Preferably, in the cup-shaped chuck of the substrate holding device, the bottom of the outer pressure ring is provided with several support points.

Several support points set at the bottom of the outer pressure ring can play a supporting role during the maintenance of the device, keep the seal and the worktable at a certain distance, and reduce the damage or contamination of the seal.

Preferably, in the cup-shaped chuck of the substrate holding device, the material of the inner pressure ring is a conductive and corrosion-resistant metal, and the contact ring is electrically connected to the electroplating power source through the inner pressure ring.

Preferably, in the cup-shaped chuck of the substrate holding device, the material of the inner pressure ring is insulating material, the material of the intermediate frame is conductive metal, and the contact ring is electrically connected to the electroplating power source through the intermediate frame.

Using the intermediate skeleton to electrically connect the contact ring and the electroplating power supply, the inner pressure ring does not need to meet both conductivity and corrosion resistance, but only needs to have corrosion resistance, that is, the inner pressure ring can be made of insulating materials (such as PVC, PTFE, PVDF, etc.), Thus, the material selection range of the inner pressure ring is expanded, which is beneficial to reduce the cost and realize the on-line cleaning of the cup chuck.

In the present invention, a substrate holding device is also proposed, comprising:

The cup chuck of any of the above, for holding a substrate;

a chuck plate abutting the back of the substrate so that the substrate is in pressing contact with the seal of the cup chuck;

A chuck plate driving device for driving the chuck plate against or away from the back of the substrate;

Angle drive device for adjusting the angle of the substrate clamped by the cup chuck and the chuck plate;

a rotary drive for driving rotation of the substrate clamped by the cup chuck and the chuck plate; and

The vertical drive device is used to drive the substrate clamped by the cup chuck and the chuck plate to ascend or descend.

Preferably, in the substrate holding device, the chuck plate includes a base, the base has a lower surface in contact with the back surface of the substrate, the lower surface is provided with a plurality of exhaust grooves, and the peripheral edge of the base is An exhaust hole communicated with the exhaust groove is opened.
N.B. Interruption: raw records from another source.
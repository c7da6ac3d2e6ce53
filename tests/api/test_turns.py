"""TurnBatch (service/api/turns.py): calls made in one turn of the event loop run back to back in the next.

Reference: the definitions in the module's docstring, checked with asyncio's own scheduling (``asyncio.gather``
starts every task in the same turn; ``asyncio.sleep(0)`` yields exactly one turn).
"""

from __future__ import annotations

import asyncio
import contextvars

import pytest

from service.api.turns import TurnBatch

caller = contextvars.ContextVar("caller", default="none")


def test_calls_of_one_turn_run_together_in_order_each_with_its_own_result():
    batch = TurnBatch()
    runs: list[list[int]] = []
    original = batch._run

    def recording(calls):
        runs.append([args[0] for _, _, _, args in calls])
        original(calls)

    batch._run = recording

    async def one(i: int) -> int:
        return await batch.call(lambda x: x * x, i)

    async def main():
        first = await asyncio.gather(*(one(i) for i in range(5)))      # five tasks started in the same turn
        alone = await one(7)                                            # a later turn: a batch of its own
        return first, alone

    first, alone = asyncio.run(main())
    assert first == [0, 1, 4, 9, 16] and alone == 49
    assert runs == [[0, 1, 2, 3, 4], [7]]


def test_an_exception_goes_to_its_own_caller_only():
    batch = TurnBatch()

    def score(i: int) -> int:
        if i == 2:
            raise ValueError("record 2")
        return i

    async def main():
        return await asyncio.gather(*(batch.call(score, i) for i in range(4)), return_exceptions=True)

    results = asyncio.run(main())
    assert results[:2] == [0, 1] and results[3] == 3
    assert isinstance(results[2], ValueError) and str(results[2]) == "record 2"


def test_each_call_runs_in_its_callers_context():
    # The request id of log lines is a context variable: a call must see its own request's, not the first one's.
    batch = TurnBatch()

    async def one(name: str) -> str:
        caller.set(name)
        return await batch.call(caller.get)

    async def main():
        return await asyncio.gather(*(one(f"request-{i}") for i in range(3)))

    assert asyncio.run(main()) == ["request-0", "request-1", "request-2"]


def test_a_cancelled_callers_call_is_not_run():
    batch = TurnBatch()
    ran: list[int] = []

    async def waiter(i: int) -> None:
        await batch.call(ran.append, i)

    async def main():
        tasks = [asyncio.ensure_future(waiter(i)) for i in range(3)]
        await asyncio.sleep(0)          # the tasks have made their calls and wait on them; the batch runs next turn
        tasks[1].cancel()               # cancels the future it waits on, before the batch runs
        return await asyncio.gather(*tasks, return_exceptions=True)

    done = asyncio.run(main())
    assert ran == [0, 2]
    assert isinstance(done[1], asyncio.CancelledError)


def test_a_new_event_loop_starts_afresh():
    # Test clients start an event loop each: a batch left on a closed loop must not hold back the next loop's calls.
    batch = TurnBatch()

    async def left_unrun():
        batch.call(lambda: None)        # scheduled for the next turn, which this loop never reaches

    loop = asyncio.new_event_loop()
    loop.run_until_complete(left_unrun())
    loop.close()

    async def main():
        return await asyncio.wait_for(batch.call(lambda: "ran"), 5)

    assert asyncio.run(main()) == "ran"


@pytest.mark.parametrize("calls", [1, 3])
def test_a_call_made_while_a_batch_runs_waits_for_the_next_turn(calls):
    batch = TurnBatch()
    order: list[str] = []

    async def main():
        async def later():
            await asyncio.sleep(0)
            order.append("submitted during the batch's turn")
            return await batch.call(order.append, "second batch")

        def first(i: int) -> None:
            order.append(f"first batch {i}")

        waiting = asyncio.ensure_future(later())
        await asyncio.gather(*(batch.call(first, i) for i in range(calls)), waiting)

    asyncio.run(main())
    assert order[:calls] == [f"first batch {i}" for i in range(calls)]
    assert order[-1] == "second batch"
The arrangement of the exhaust grooves and the exhaust holes on the chuck plate facilitates the separation of the chuck plate and the substrate when the substrate is unloaded.

Preferably, in the substrate holding device, the lower surface of the base is further provided with a contact portion protruding toward the substrate, so as to reduce the contact area between the chuck plate and the substrate.

The cup-shaped chuck of the substrate holding device proposed by the present invention adopts an insulating outer pressure ring, which is integrally locked and sealed with the intermediate frame covered with the sealing member, so that only the bottom of the sealing member is exposed, which greatly reduces the electroplating of the sealing member. The exposed area in the liquid reduces the risk of damage to the seal and improves the reliability of the device. During the maintenance of the device, especially when cleaning the contact ring and seals, it can effectively prevent the treatment liquid from infiltrating the inner layer of the cup-shaped chuck, and it is not necessary to disassemble and then maintain each part one by one, which can realize online cleaning and improve the convenience of device maintenance. and efficiency, and reduce maintenance costs.

BRIEF DESCRIPTION OF THE DRAWINGS

The features and performance of the present invention are further described by the following examples and accompanying drawings.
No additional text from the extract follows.